Nas considerações anteriores, Ananda — que é o terceiro termo do ternário vedântico Sat-Chit-Ananda — surge claramente como o análogo do Espírito Santo na segunda interpretação da Trindade dada por F. Schuon, a qual corresponde precisamente a esse ternário. Essa “perspectiva horizontal suprema” serve, assim, de intermediário entre a “perspectiva horizontal não suprema” (Pai, Filho, Espírito) e a “perspectiva vertical” (Super-Ser, Ser, Existência).

De fato, o papel de intermediário desempenhado por Sat-Chit-Ananda vai muito além. Permite, de fato, passar da consideração das Hipóstases para a das Processões divinas, trazendo assim à luz a perfeita coerência do Mistério trinitário, ou melhor, de sua expressão ao mesmo tempo teológica e metafísica, e em particular dos dois modos de analogia que permitem a transposição.
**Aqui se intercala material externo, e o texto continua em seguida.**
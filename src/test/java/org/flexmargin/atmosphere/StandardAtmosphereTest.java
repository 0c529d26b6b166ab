package org.flexmargin.atmosphere;

import static org.junit.jupiter.api.Assertions.assertEquals;
import static org.junit.jupiter.api.Assertions.assertThrows;
import static org.junit.jupiter.api.Assertions.assertTrue;

import org.apache.commons.math3.analysis.integration.IterativeLegendreGaussIntegrator;
import org.flexmargin.model.AirspeedKind;
import org.flexmargin.model.InvalidInputException;
import org.junit.jupiter.api.Test;
import org.junit.jupiter.params.ParameterizedTest;
import org.junit.jupiter.params.provider.CsvSource;

class StandardAtmosphereTest {

  /**
   * U.S. Standard Atmosphere 1976 by geometric altitude, as printed in Kutz (ed.), <i>Mechanical
   * Engineers' Handbook</i>, vol. 4, Table 6 (docs/validation.md section 2.1).
   * The table rounds to the digits shown, so T, p and rho are checked to half a unit of their last
   * printed digit (plus 1e-9 for floating-point noise): a model error larger than the table's own
   * rounding fails. The speed-of-sound column is checked to one unit (0.1 m/s): it looks rounded
   * twice (5 000 m prints 320.6 where the standard's 320.55 (from memory), and the model's
   * 320.545, round to 320.5).
   */
  @ParameterizedTest(name = "Z = {0} m")
  @CsvSource({
    // Z (m), T (K), p (bar), rho (kg/m^3), a (m/s)
    "0,     288.15, 1.0133, 1.2250, 340.3",
    "1000,  281.65, 0.8988, 1.1117, 336.4",
    "2000,  275.15, 0.7950, 1.0066, 332.5",
    "3000,  268.66, 0.7012, 0.9093, 328.6",
    "5000,  255.68, 0.5405, 0.7364, 320.6",
    "8000,  236.22, 0.3565, 0.5258, 308.1",
    "10000, 223.25, 0.2650, 0.4135, 299.5",
    "11000, 216.77, 0.2270, 0.3648, 295.2",
    "12000, 216.65, 0.1940, 0.3119, 295.1"
  })
  void matchesHandbookTable(double z, double tK, double pBar, double rho, double a) {
    FlightCondition fc = StandardAtmosphere.at(z, 0.0);
    assertEquals(tK, fc.temperatureK(), 0.005 + 1e-9, "T");
    assertEquals(pBar, fc.pressurePa() / 1e5, 0.00005 + 1e-9, "p");
    assertEquals(rho, fc.densityKgPerM3(), 0.00005 + 1e-9, "rho");
    assertEquals(a, fc.speedOfSoundMps(), 0.1 + 1e-9, "a");
  }

  @Test
  void tropopauseAtElevenKilometresGeopotential() {
    // US Standard Atmosphere 1976: 22 632 Pa and 216.65 K at 11 km geopotential (published;
    // docs/validation.md 2.1); the standard tabulates the layer-base pressure as 22 632.06 Pa (from memory).
    // Tolerance 0.5 Pa: the rounding of the quoted 22 632.
    double z = StandardAtmosphere.geometricAltitudeM(11_000.0);
    assertEquals(11_019.07, z, 0.01); // r0 h / (r0 - h) with r0 = 6 356 766 m, closed form
    assertEquals(22_632.0, StandardAtmosphere.pressurePa(z), 0.5);
    assertEquals(216.65, StandardAtmosphere.temperatureK(z), 1e-9);
    // rho = 0.36392 kg/m^3 [derived, docs/validation.md 2.1]; half a unit of the 5th digit.
    assertEquals(0.36392, StandardAtmosphere.densityKgPerM3(z), 0.000005);
    // The pitfall named in docs/validation.md 2.1: at 11 000 m *geometric* the pressure is 22 700 Pa.
    assertEquals(22_700.0, StandardAtmosphere.pressurePa(11_000.0), 0.5);
  }

  @Test
  void twentyKilometresGeometric() {
    // docs/validation.md 2.1 [derived from the layer model]: rho = 0.08891 kg/m^3, p = 5 529 Pa at
    // 20 000 m geometric. Tolerances half a unit of the last quoted digit.
    assertEquals(0.08891, StandardAtmosphere.densityKgPerM3(20_000.0), 0.000005);
    assertEquals(5_529.0, StandardAtmosphere.pressurePa(20_000.0), 0.5);
  }

  @Test
  void layerBasePressuresOfTheStandard() {
    // US Standard Atmosphere 1976, table 4 layer-base pressures (from memory): 5 474.889 Pa at
    // 20 km', 868.0187 Pa at 32 km', 110.9063 Pa at 47 km', 66.93887 Pa at 51 km',
    // 3.956420 Pa at 71 km'. Relative 1e-6: the standard prints 7 significant digits.
    double[] h = {20_000, 32_000, 47_000, 51_000, 71_000};
    double[] p = {5474.889, 868.0187, 110.9063, 66.93887, 3.956420};
    for (int i = 0; i < h.length; i++) {
      double got = StandardAtmosphere.pressurePa(StandardAtmosphere.geometricAltitudeM(h[i]));
      assertEquals(p[i], got, 1e-6 * p[i], "base " + h[i]);
    }
  }

  @Test
  void topOfTheModel() {
    // US Standard Atmosphere 1976 at 86 km geometric (from memory): p = 0.37338 Pa,
    // T = 186.87 K (kinetic; molecular-scale 186.946 K), rho = 6.958e-6 kg/m^3.
    // Tolerances half a unit of the last remembered digit.
    assertEquals(0.37338, StandardAtmosphere.pressurePa(86_000.0), 0.000005);
    assertEquals(186.87, StandardAtmosphere.temperatureK(86_000.0), 0.005);
    assertEquals(6.958e-6, StandardAtmosphere.densityKgPerM3(86_000.0), 0.0005e-6);
  }

  @Test
  void pressureSatisfiesHydrostaticEquationWithInverseSquareGravity() {
    // Independent general-purpose computation: integrate dp/dZ = -rho g, with
    // g = g0 (r0 / (r0 + Z))^2 and rho = p / (R T), i.e. ln(p / p0) = -int g / (R T) dZ, using
    // Commons Math Gauss-Legendre quadrature on panels split at the layer bases (where T has
    // kinks). Checks the geopotential conversion and the closed-form layer laws, up to 80 km where
    // kinetic and molecular-scale temperature agree. Tolerance 1e-9 relative: the quadrature is
    // converged to 1e-13 on each smooth panel, far below it.
    IterativeLegendreGaussIntegrator quad = new IterativeLegendreGaussIntegrator(8, 1e-13, 1e-16);
    double r0 = StandardAtmosphere.EARTH_RADIUS_M;
    java.util.TreeSet<Double> breaks = new java.util.TreeSet<>();
    for (double z = 0.0; z <= 80_000.0; z += 5_000.0) {
      breaks.add(z);
    }
    for (double h : new double[] {11_000, 20_000, 32_000, 47_000, 51_000, 71_000}) {
      breaks.add(StandardAtmosphere.geometricAltitudeM(h));
    }
    double lnP = Math.log(StandardAtmosphere.SEA_LEVEL_PRESSURE_PA);
    double prev = 0.0;
    int checked = 0;
    for (double z : breaks.tailSet(0.0, false)) {
      lnP -= quad.integrate(10_000, zz -> {
        double g = StandardAtmosphere.G0_MPS2 * Math.pow(r0 / (r0 + zz), 2);
        return g / (StandardAtmosphere.SPECIFIC_GAS_CONSTANT_J_PER_KG_K
            * StandardAtmosphere.temperatureK(zz));
      }, prev, z);
      prev = z;
      double model = StandardAtmosphere.pressurePa(z);
      assertEquals(Math.exp(lnP), model, 1e-9 * model, "Z = " + z);
      checked++;
    }
    assertEquals(22, checked);
  }

  @Test
  void densityAndSpeedOfSoundObeyTheGasLaws() {
    // Closed forms: rho = p / (R T), a = sqrt(gamma p / rho), R = R* / M0 = 8314.32 / 28.9644
    // = 287.0531 J/(kg K) with the US76 constants (docs/validation.md 2.1). ISO 2533 quotes
    // 287.05287 (from memory), 7e-7 relative lower; the program uses the US76 pair throughout.
    // Tolerance 1e-9 relative: rounding only.
    assertEquals(8314.32 / 28.9644, StandardAtmosphere.SPECIFIC_GAS_CONSTANT_J_PER_KG_K, 1e-12);
    assertEquals(287.0531, StandardAtmosphere.SPECIFIC_GAS_CONSTANT_J_PER_KG_K, 0.00005);
    for (double z = -5000; z <= 80_000; z += 2500) {
      FlightCondition fc = StandardAtmosphere.at(z, 0.0);
      assertEquals(fc.pressurePa() / (8314.32 / 28.9644 * fc.temperatureK()), fc.densityKgPerM3(),
          1e-9 * fc.densityKgPerM3());
      assertEquals(Math.sqrt(1.4 * fc.pressurePa() / fc.densityKgPerM3()), fc.speedOfSoundMps(),
          1e-12 * fc.speedOfSoundMps());
    }
  }

  @Test
  void equivalentAndTrueAirspeed() {
    // Example of AirspeedKind's Javadoc, derived from the handbook density 0.7364 kg/m^3 at 5 km
    // (docs/validation.md 2.2): 100 m/s EAS = 100 sqrt(1.225 / 0.7364) = 128.98 m/s TAS, and 100 m/s
    // TAS = 77.53 m/s EAS. Tolerance 0.01 m/s: the 4-digit table density gives 1e-4 relative.
    FlightCondition eas = StandardAtmosphere.atEquivalentSpeed(5000.0, 100.0);
    assertEquals(128.98, eas.speedTasMps(), 0.01);
    assertEquals(100.0, eas.speedEasMps(), 1e-12);
    FlightCondition tas = StandardAtmosphere.of(5000.0, 100.0, AirspeedKind.TRUE);
    assertEquals(77.53, tas.speedEasMps(), 0.01);
    FlightCondition viaOf = StandardAtmosphere.of(5000.0, 100.0, AirspeedKind.EQUIVALENT);
    assertEquals(eas.speedTasMps(), viaOf.speedTasMps(), 0.0);
    // At sea level EAS = TAS by definition; rho(0) = 1.2250 to 4 digits (handbook row).
    assertEquals(150.0, StandardAtmosphere.atEquivalentSpeed(0.0, 150.0).speedTasMps(), 1e-4);
    // q = rho V^2 / 2 = rho0 V_EAS^2 / 2 (definition of EAS), 1e-12 relative.
    assertEquals(0.5 * 1.225 * 100.0 * 100.0, eas.dynamicPressurePa(), 1e-9);
  }

  @Test
  void machNumber() {
    // Handbook row at 11 000 m: a = 295.2 m/s, so M 0.8 is 236.2 m/s TAS (+-0.04 from rounding).
    FlightCondition fc = StandardAtmosphere.atMach(11_000.0, 0.8);
    assertEquals(0.8 * 295.2, fc.speedTasMps(), 0.04);
    assertEquals(0.8, fc.mach(), 1e-12);
  }

  /**
   * docs/validation.md 2.2 [derived]: V_EAS = M sqrt(gamma p / rho0), so +15 % EAS at constant Mach is
   * static pressure x 1.3225; for the US76 model 11 000 m -> 9 173 m, 9 000 m -> 7 065 m,
   * 6 000 m -> 3 903 m geometric. Tolerance 1 m: the quoted altitudes are rounded to the metre.
   */
  @ParameterizedTest
  @CsvSource({"11000, 9173", "9000, 7065", "6000, 3903"})
  void fifteenPercentEquivalentSpeedAtConstantMach(double from, double expectedTo) {
    double to = StandardAtmosphere.altitudeAtPressureM(1.3225 * StandardAtmosphere.pressurePa(from));
    assertEquals(expectedTo, to, 1.0);
    // And directly from flight conditions: EAS at the same Mach is 15 % higher (1e-9 relative).
    double mach = 0.7;
    double easFrom = StandardAtmosphere.atMach(from, mach).speedEasMps();
    double easTo = StandardAtmosphere.atMach(to, mach).speedEasMps();
    assertEquals(1.15 * easFrom, easTo, 1e-9 * easTo);
  }

  @Test
  void pressureInverseRoundTripsOverTheWholeRange() {
    // Consistency of the inverse with the forward model, 1e-6 m: both are closed forms.
    for (double z = -5000; z <= 86_000; z += 1000) {
      double back = StandardAtmosphere.altitudeAtPressureM(StandardAtmosphere.pressurePa(z));
      assertEquals(z, back, 1e-6, "Z = " + z);
    }
  }

  @Test
  void rejectsOutOfRangeInput() {
    InvalidInputException e =
        assertThrows(InvalidInputException.class, () -> StandardAtmosphere.at(86_001.0, 100.0));
    assertEquals("altitude_m", e.fieldPath());
    assertThrows(InvalidInputException.class, () -> StandardAtmosphere.at(-5_001.0, 100.0));
    assertThrows(InvalidInputException.class, () -> StandardAtmosphere.at(Double.NaN, 100.0));
    assertThrows(InvalidInputException.class, () -> StandardAtmosphere.at(1000.0, -1.0));
    assertThrows(InvalidInputException.class,
        () -> StandardAtmosphere.atEquivalentSpeed(1000.0, Double.POSITIVE_INFINITY));
    assertThrows(InvalidInputException.class, () -> StandardAtmosphere.atMach(1000.0, -0.1));
    assertThrows(InvalidInputException.class, () -> StandardAtmosphere.of(1000.0, 10.0, null));
    assertThrows(InvalidInputException.class, () -> StandardAtmosphere.altitudeAtPressureM(2e5));
    // Range ends themselves are valid.
    assertTrue(StandardAtmosphere.at(86_000.0, 0.0).densityKgPerM3() > 0);
    assertTrue(StandardAtmosphere.at(-5_000.0, 0.0).densityKgPerM3() > 1.225);
  }
}
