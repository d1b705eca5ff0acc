#!/usr/bin/env python3
"""Writes escapes.jsonl and escapes.want for TestExtractMatchesPythonJSON.

The expected text parts come from CPython's json module (json.loads), used as
an independent JSON decoder. Each line of escapes.want is a JSON array of the
hex-encoded UTF-8 bytes of the parts of the same line of escapes.jsonl, for
the field spec "text,turns[]". Run: python3 gen_escapes.py
"""
import json

values = [
    "plain ascii",
    "quote \" backslash \\ slash / tab \t newline \n cr \r",
    "backspace \b formfeed \f",
    "controls \x00 \x01 \x1f",
    "latin é É ß, euro €, cjk 日本語",
    "astral 😀 𝄞 🀄",
    "mixed\u2028line\u2029sep",
    "",
    " leading and trailing ",
]

lines = []
for v in values:
    lines.append(json.dumps({"text": v}, ensure_ascii=True))
    lines.append(json.dumps({"text": v}, ensure_ascii=False))
lines.append(json.dumps({"text": "a", "turns": values}, ensure_ascii=True))
lines.append(json.dumps({"turns": ["x", None, "y"], "text": "t"}, ensure_ascii=False))
# Written by hand: escapes json.dumps never emits.
lines += [
    r'{"text":"\/\u00C9\u00e9\uD83D\uDE00"}',
    r'{"t\u0065xt":"escaped key"}',
    r'{"text" : "spaced" , "turns" : [ "a" , "b" ] }',
    r'{"text":"\"\\\"\\"}',
]

with open("escapes.jsonl", "w", encoding="utf-8", newline="\n") as f:
    for line in lines:
        f.write(line + "\n")

with open("escapes.want", "w", encoding="utf-8", newline="\n") as f:
    for line in lines:
        obj = json.loads(line)
        parts = []
        if obj.get("text") is not None:
            parts.append(obj["text"])
        parts += [p for p in obj.get("turns") or [] if p is not None]
        f.write(json.dumps([p.encode("utf-8").hex() for p in parts]) + "\n")
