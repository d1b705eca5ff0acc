#!/usr/bin/env python3
"""Writes rows.lines for TestScannerMatchesPython: for each line of
rows.jsonl, its 1-based number, byte offset and length including the "\n",
as found by CPython's binary readline (io.BufferedReader), an independent
line splitter. Run after gen_compressed.sh: python3 gen_lines.py
"""
with open("rows.jsonl", "rb") as f, open("rows.lines", "w") as out:
    off = 0
    for n, line in enumerate(iter(f.readline, b""), 1):
        out.write(f"{n} {off} {len(line)}\n")
        off += len(line)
Na procissão da Inteligência pela qual o Pai (Sat) engendra o Filho (Chit), o Pai não conhece nenhum “objeto”: “Tu não podes conhecer Aquele que faz conhecer o que é conhecido, e que é o seu próprio Ser em todas as coisas. Da mesma forma que o próprio Deus não conhece aquilo que Ele é, porque Ele não é nenhum ‘isto’”. Deus (Sat) é conhecimento Puro e Absoluto (Chit), conhecimento do “nada”. Por isso mesmo, esse conhecimento se identifica com a Ignorância (a Ignorância Erudita), que não é outra senão Mâyâ. Esta última, enquanto Shakti de Brahma, não é outra senão a Omni-Possibilidade, a Omni-Potência, a Vontade, o Amor puro e Absoluto, o Espírito Santo, que procede assim do Pai (e do Filho) por meio da Vontade, e que é também Bem-aventurança (Ananda). É nesse contexto que se situa, então, o mistério ou o “milagre” da Existência, sob qualquer forma que seja, a partir do instante em que essa forma é devolvida ao seu Princípio, do qual não está separada senão ilusoriamente. Não é em vão que a teologia ensina que Deus criou o mundo por amor, mas não por “amor ao mundo”, que não tem senão uma existência ilusória (o jogo de Mâyâ), e que não existe senão para permitir ao Único sem segundo afirmar que todo outro “diferente Dele” não existe.